SoundHound AI developed a suite of conversational AI software tools that have been deployed by businesses in the hospitality, restaurant, and automotive industries. They can hold entire spoken conversations with a user, making them extremely useful in high-pressure settings where fast answers are required to serve customers.

The restaurant industry is using SoundHound’s new Employee Assist tool to give workers a helpful virtual assistant they can call upon at any time. It understands store policies, and it can even offer employees guidance when making menu items. The technology is also used to take customer orders in a drive-thru lane, over the phone, and in a store.

White Castle, Chipotle Mexican Grill, and Krispy Kreme are just some of the chains using it. With help from its acquisition of restaurant AI company SYNQ3, SoundHound is now in 10,000 locations with 100,000 more in the pipeline, and management says its addressable market includes 1 million restaurants and 30 million other businesses across North America. So the company has barely scratched the surface of an opportunity that could be worth $100 billion.

SoundHound’s in-car voice assistant is used by leading automotive brands like Honda, Hyundai, and Stellantis (which owns Jeep, Dodge, and Chrysler). And the company recently partnered with Nvidia’s Drive platform to refine the voice assistant by delivering it on the edge, which means users won’t need network connectivity to access it. That improves privacy and enables it to work even in geographic areas with no network service.
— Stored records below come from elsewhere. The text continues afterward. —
import { createRandom } from '../random.ts';
import { periodAt, prepareSingle } from '../prepared-single.ts';
import type { Candidate } from './candidates.ts';
import { frameCircuit } from './frame.ts';
import type { GuaranteedBand } from './guaranteed-band.ts';
import type { SearchBrief } from './shelf.ts';

/** Share of kits inside the asked band, with the standard error of the estimate. */
export interface KitYield {
  yieldWithinBand: number;
  yieldStandardError: number;
}

const samples = 8192;
const draws = 6;
const uniform = drawUniform();

/** Common random numbers for all packs, so that two packs differ by their parts and not by luck. */
function drawUniform(): Float64Array {
  const random = createRandom(20261201);
  return Float64Array.from({ length: samples * draws }, () => 2 * random() - 1);
}

/**
 * Share of kits that stay within ± band of the target over the whole ambient range and from the lowest
 * to the highest supply, from 8192 kits with uniform tolerances. Ideal-circuit scaling around the nominal rate of the full model,
 * f = f0 · (R4·C·L)nominal/(R4·C·L), L = ln[(1+R1/R3)(1+R2/R3)] (model section 6); each kit drifts
 * by the signed coefficients of its own R4 and C, and moves with the supply as the nominal circuit
 * does (none is inside when that stops at a supply end). Neglects the spread of the comparator, which the
 * guaranteed band holds. Exactly 1 where the guaranteed band lies inside the asked one.
 */
export function kitYield(
  candidate: Candidate,
  brief: SearchBrief,
  guaranteed: GuaranteedBand,
): KitYield {
  if (
    guaranteed.maxHz <= brief.targetHz * (1 + brief.band) &&
    guaranteed.minHz >= brief.targetHz * (1 - brief.band)
  ) {
    return { yieldWithinBand: 1, yieldStandardError: 0 };
  }
  const shifts = conditionShifts(candidate, brief);
  const share = 1 - kitsOutside(candidate, brief, shifts, samples, samples) / samples;
  return {
    yieldWithinBand: share,
    yieldStandardError: Math.sqrt((share * (1 - share)) / samples),
  };
}

/** Kits of a first, small lot; with more than `quickFailures` outside, a yield of 99 % is out of question. */
const quickSamples = 256;
const quickFailures = 16;

/**
 * Whether at least `share` (0.98…1) of kits hold the band, by the same kits as `kitYield`. Gives up early
 * when a first lot of 256 has more than 16 outside, which one in a million packs of 99 % would show.
 */
export function holdsBand(candidate: Candidate, brief: SearchBrief, share: number): boolean {
  return holdsUnder(candidate, brief, conditionShifts(candidate, brief), share);
}

/** As `holdsBand` at the nominal supply alone: a bound for what no comparator could better. */
export function holdsBandAtBest(candidate: Candidate, brief: SearchBrief, share: number): boolean {
  return holdsUnder(candidate, brief, driftLogs(candidate, brief), share);
}

function holdsUnder(
  candidate: Candidate,
  brief: SearchBrief,
  shifts: Shifts,
  share: number,
): boolean {
  const quick = kitsOutside(candidate, brief, shifts, quickSamples, quickFailures);
  if (quick > quickFailures) return false;
  const allowed = Math.floor((1 - share) * samples + 1e-9);
  return kitsOutside(candidate, brief, shifts, samples, allowed) <= allowed;
}

/** How far conditions move ln of the rate, at most upwards and at most downwards. */
interface Shifts {
  up: number;
  down: number;
}

/** Counts kits outside the band among the first `count`; stops once more than `enough` are. */
function kitsOutside(
  candidate: Candidate,
  brief: SearchBrief,
  shifts: Shifts,
  count: number,
  enough: number,
): number {
  const { r1, r2, r3 } = candidate.frame.thresholds;
  const capacitor = candidate.frame.capacitor;
  const upperLimit = Math.log(1 + brief.band) - shifts.up;
  const lowerLimit = Math.log(1 - brief.band) - shifts.down;
  const nominalLog = Math.log(candidate.frequencyHz / brief.targetHz);
  const base = Math.log((1 + r1.ohms / r3.ohms) * (1 + r2.ohms / r3.ohms));
  let outside = 0;
  for (let k = 0; k < count && outside <= enough; k += 1) {
    const at = k * draws;
    const third = r3.ohms * (1 + r3.tolerance * uniform[at + 2]!);
    const first = 1 + (r1.ohms * (1 + r1.tolerance * uniform[at]!)) / third;
    const second = 1 + (r2.ohms * (1 + r2.tolerance * uniform[at + 1]!)) / third;
    const timing = timingRatio(candidate, uniform[at + 3]!, uniform[at + 4]!);
    const capacitance = 1 + capacitor.tolerance * uniform[at + 5]!;
    const log = nominalLog - Math.log((timing * capacitance * Math.log(first * second)) / base);
    if (!(log <= upperLimit && log >= lowerLimit)) outside += 1;
  }
  return outside;
}

function timingRatio(candidate: Candidate, a: number, b: number): number {
  const first = candidate.first.ohms * (1 + candidate.first.tolerance * a);
  if (candidate.second === null) return first / candidate.timingOhms;
  const second = candidate.second.ohms * (1 + candidate.second.tolerance * b);
  const ohms = candidate.join === 'parallel' ? (first * second) / (first + second) : first + second;
  return ohms / candidate.timingOhms;
}

function conditionShifts(candidate: Candidate, brief: SearchBrief): Shifts {
  const drift = driftLogs(candidate, brief);
  const supply = supplyLogs(candidate, brief);
  return { up: drift.up + supply.up, down: drift.down + supply.down };
}

/** ln of the rate at either end of the supply over the nominal one; −∞ where the circuit stops. */
function supplyLogs({ frame, timingOhms }: Candidate, brief: SearchBrief): Shifts {
  const logAt = (supplyVolts: number) => {
    const circuit = frameCircuit(frame, { ...brief, supplyVolts });
    return -Math.log(periodAt(prepareSingle(circuit), timingOhms));
  };
  const nominal = logAt(brief.supplyVolts);
  const ends = [brief.minSupplyVolts, brief.maxSupplyVolts].map((volts) => logAt(volts) - nominal);
  if (ends.some(Number.isNaN)) return { up: 0, down: Number.NEGATIVE_INFINITY };
  return { up: Math.max(0, ...ends), down: Math.min(0, ...ends) };
}

/** ln of the rate at the hot and the cold end over the rate at 25 °C. */
function driftLogs(candidate: Candidate, brief: SearchBrief): Shifts {
  const resistor = candidate.first.temperatureCoefficientPerKelvin;
  const capacitor = candidate.frame.capacitor;
  const at = (celsius: number) =>
    -Math.log1p(resistor * (celsius - 25)) -
    Math.log1p(capacitor.temperatureCoefficientPerKelvin * (celsius - 25));
  const [hot, cold] = [at(brief.maxCelsius), at(brief.minCelsius)];
  return { up: Math.max(0, hot, cold), down: Math.min(0, hot, cold) };
}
SoundHound generated $11.6 million in revenue during the recent fiscal 2024 first quarter (ended March 31), representing 73% growth from the year-ago period. Its order backlog also soared 80% to a record $682 million, so there is plenty of demand in the pipeline. Considering its stock trades at a P/S of 19.5, it looks like a much better value than Arm.

However, SoundHound lost $33 million during the first quarter. Given that it has only $117 million in cash on hand, the company will probably have to raise money by selling equity, which will dilute existing shareholders. Therefore, this stock should be reserved for investors with a high risk tolerance.